_Brief:_ One range is to be output from the listing below, exactly as written: the line with "workDate: '2026-06-01', boatId: crew.boatId" to the line with "const [entryId, markId]", both kept.

_Records to use:_
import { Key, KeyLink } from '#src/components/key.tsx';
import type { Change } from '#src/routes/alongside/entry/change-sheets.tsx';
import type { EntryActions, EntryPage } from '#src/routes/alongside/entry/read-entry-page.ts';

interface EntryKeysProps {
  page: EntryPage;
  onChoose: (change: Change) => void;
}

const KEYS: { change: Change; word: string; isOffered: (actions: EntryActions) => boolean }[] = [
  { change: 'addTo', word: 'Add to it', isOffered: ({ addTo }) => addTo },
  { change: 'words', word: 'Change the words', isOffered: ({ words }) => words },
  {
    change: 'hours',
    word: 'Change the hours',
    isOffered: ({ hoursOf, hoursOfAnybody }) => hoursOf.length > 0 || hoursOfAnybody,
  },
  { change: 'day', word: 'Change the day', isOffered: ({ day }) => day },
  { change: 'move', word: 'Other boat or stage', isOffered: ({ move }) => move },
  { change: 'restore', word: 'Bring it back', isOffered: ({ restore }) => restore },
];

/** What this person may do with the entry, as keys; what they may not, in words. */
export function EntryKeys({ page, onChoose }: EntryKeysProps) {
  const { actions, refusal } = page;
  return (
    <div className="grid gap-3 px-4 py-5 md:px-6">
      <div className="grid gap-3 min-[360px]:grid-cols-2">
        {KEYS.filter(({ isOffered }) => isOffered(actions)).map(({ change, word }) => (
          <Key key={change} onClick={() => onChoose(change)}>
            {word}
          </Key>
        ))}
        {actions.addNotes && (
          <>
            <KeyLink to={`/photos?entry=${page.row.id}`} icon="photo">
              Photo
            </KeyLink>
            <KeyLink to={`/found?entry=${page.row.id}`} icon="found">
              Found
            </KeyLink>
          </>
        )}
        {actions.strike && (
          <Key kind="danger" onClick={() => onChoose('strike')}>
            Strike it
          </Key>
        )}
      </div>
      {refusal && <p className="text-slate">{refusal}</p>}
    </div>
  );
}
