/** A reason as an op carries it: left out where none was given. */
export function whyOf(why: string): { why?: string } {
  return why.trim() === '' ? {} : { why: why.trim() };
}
---
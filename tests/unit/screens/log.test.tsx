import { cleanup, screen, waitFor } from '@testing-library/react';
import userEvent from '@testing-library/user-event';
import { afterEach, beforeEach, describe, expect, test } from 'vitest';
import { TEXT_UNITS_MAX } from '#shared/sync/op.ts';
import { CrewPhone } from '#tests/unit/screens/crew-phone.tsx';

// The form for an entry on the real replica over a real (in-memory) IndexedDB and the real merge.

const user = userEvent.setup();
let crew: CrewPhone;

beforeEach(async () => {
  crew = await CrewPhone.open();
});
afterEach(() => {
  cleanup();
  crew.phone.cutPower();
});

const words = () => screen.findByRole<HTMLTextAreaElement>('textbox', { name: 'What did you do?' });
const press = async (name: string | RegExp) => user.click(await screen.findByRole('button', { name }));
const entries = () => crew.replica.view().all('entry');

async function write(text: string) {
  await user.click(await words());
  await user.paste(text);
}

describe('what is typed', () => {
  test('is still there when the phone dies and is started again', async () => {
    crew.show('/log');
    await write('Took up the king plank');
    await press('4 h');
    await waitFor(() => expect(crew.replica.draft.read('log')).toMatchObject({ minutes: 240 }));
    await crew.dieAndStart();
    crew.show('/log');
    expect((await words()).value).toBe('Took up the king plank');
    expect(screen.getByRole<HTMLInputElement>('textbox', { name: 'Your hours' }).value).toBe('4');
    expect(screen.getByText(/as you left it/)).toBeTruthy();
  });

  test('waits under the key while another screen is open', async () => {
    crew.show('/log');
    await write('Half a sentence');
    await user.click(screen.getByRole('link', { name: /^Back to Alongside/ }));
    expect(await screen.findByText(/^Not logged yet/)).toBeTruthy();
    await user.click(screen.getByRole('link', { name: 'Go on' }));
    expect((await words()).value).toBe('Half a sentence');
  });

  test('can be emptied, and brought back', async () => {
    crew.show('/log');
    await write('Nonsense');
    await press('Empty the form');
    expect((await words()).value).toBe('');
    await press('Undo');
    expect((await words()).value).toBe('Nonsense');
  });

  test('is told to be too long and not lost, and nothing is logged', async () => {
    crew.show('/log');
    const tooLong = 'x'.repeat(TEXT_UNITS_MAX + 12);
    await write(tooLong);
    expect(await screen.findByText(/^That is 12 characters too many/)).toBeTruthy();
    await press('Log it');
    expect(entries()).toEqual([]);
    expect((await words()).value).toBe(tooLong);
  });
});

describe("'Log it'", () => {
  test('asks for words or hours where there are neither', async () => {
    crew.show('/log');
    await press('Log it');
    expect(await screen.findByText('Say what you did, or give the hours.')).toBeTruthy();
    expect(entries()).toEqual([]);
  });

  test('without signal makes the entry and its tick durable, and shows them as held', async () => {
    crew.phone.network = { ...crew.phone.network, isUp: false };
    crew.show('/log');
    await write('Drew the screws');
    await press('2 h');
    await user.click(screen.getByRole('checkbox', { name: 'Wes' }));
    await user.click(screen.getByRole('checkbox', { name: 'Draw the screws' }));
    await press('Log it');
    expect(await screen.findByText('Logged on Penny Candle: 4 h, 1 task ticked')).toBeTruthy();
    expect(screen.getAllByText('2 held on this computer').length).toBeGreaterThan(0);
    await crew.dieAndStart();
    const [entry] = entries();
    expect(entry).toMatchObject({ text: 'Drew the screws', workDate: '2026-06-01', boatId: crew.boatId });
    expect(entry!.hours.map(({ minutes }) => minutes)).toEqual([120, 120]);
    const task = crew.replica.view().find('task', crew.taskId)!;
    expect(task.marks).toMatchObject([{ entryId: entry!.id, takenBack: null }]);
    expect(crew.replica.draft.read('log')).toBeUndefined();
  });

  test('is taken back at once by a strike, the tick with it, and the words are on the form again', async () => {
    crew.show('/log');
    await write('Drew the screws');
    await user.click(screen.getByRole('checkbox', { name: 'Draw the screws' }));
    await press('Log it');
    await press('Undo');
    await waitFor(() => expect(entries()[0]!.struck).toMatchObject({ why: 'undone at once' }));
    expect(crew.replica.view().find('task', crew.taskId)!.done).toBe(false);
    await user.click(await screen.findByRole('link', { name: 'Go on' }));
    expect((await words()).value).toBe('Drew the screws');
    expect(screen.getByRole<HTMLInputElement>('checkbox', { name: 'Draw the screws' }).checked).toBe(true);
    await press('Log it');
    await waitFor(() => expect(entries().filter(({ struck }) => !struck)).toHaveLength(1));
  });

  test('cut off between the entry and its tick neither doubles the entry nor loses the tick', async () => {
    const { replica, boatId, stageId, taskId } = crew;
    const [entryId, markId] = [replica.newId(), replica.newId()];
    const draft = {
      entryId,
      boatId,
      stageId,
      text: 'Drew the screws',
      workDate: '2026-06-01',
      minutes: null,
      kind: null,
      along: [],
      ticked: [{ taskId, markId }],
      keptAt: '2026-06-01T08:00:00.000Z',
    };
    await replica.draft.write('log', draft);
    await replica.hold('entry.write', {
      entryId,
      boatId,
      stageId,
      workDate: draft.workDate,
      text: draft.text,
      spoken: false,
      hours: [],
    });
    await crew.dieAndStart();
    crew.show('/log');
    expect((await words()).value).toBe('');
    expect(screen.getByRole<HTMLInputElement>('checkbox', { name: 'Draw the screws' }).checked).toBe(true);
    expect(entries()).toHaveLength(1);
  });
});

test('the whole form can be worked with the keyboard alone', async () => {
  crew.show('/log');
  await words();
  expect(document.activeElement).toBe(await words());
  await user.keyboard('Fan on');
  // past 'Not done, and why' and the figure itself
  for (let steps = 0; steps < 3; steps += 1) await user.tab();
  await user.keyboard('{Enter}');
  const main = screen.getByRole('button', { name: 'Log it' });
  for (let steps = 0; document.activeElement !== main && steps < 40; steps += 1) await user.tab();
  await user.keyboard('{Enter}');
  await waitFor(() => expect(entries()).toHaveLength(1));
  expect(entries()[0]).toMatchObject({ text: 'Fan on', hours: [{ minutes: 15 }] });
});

_Response area:_
    expect(entry).toMatchObject({ text: 'Drew the screws', workDate: '2026-06-01', boatId: crew.boatId });
    expect(entry!.hours.map(({ minutes }) => minutes)).toEqual([120, 120]);
    const task = crew.replica.view().find('task', crew.taskId)!;
    expect(task.marks).toMatchObject([{ entryId: entry!.id, takenBack: null }]);
    expect(crew.replica.draft.read('log')).toBeUndefined();
  });

  test('is taken back at once by a strike, the tick with it, and the words are on the form again', async () => {
    crew.show('/log');
    await write('Drew the screws');
    await user.click(screen.getByRole('checkbox', { name: 'Draw the screws' }));
    await press('Log it');
    await press('Undo');
    await waitFor(() => expect(entries()[0]!.struck).toMatchObject({ why: 'undone at once' }));
    expect(crew.replica.view().find('task', crew.taskId)!.done).toBe(false);
    await user.click(await screen.findByRole('link', { name: 'Go on' }));
    expect((await words()).value).toBe('Drew the screws');
    expect(screen.getByRole<HTMLInputElement>('checkbox', { name: 'Draw the screws' }).checked).toBe(true);
    await press('Log it');
    await waitFor(() => expect(entries().filter(({ struck }) => !struck)).toHaveLength(1));
  });

  test('cut off between the entry and its tick neither doubles the entry nor loses the tick', async () => {
    const { replica, boatId, stageId, taskId } = crew;
    const [entryId, markId] = [replica.newId(), replica.newId()];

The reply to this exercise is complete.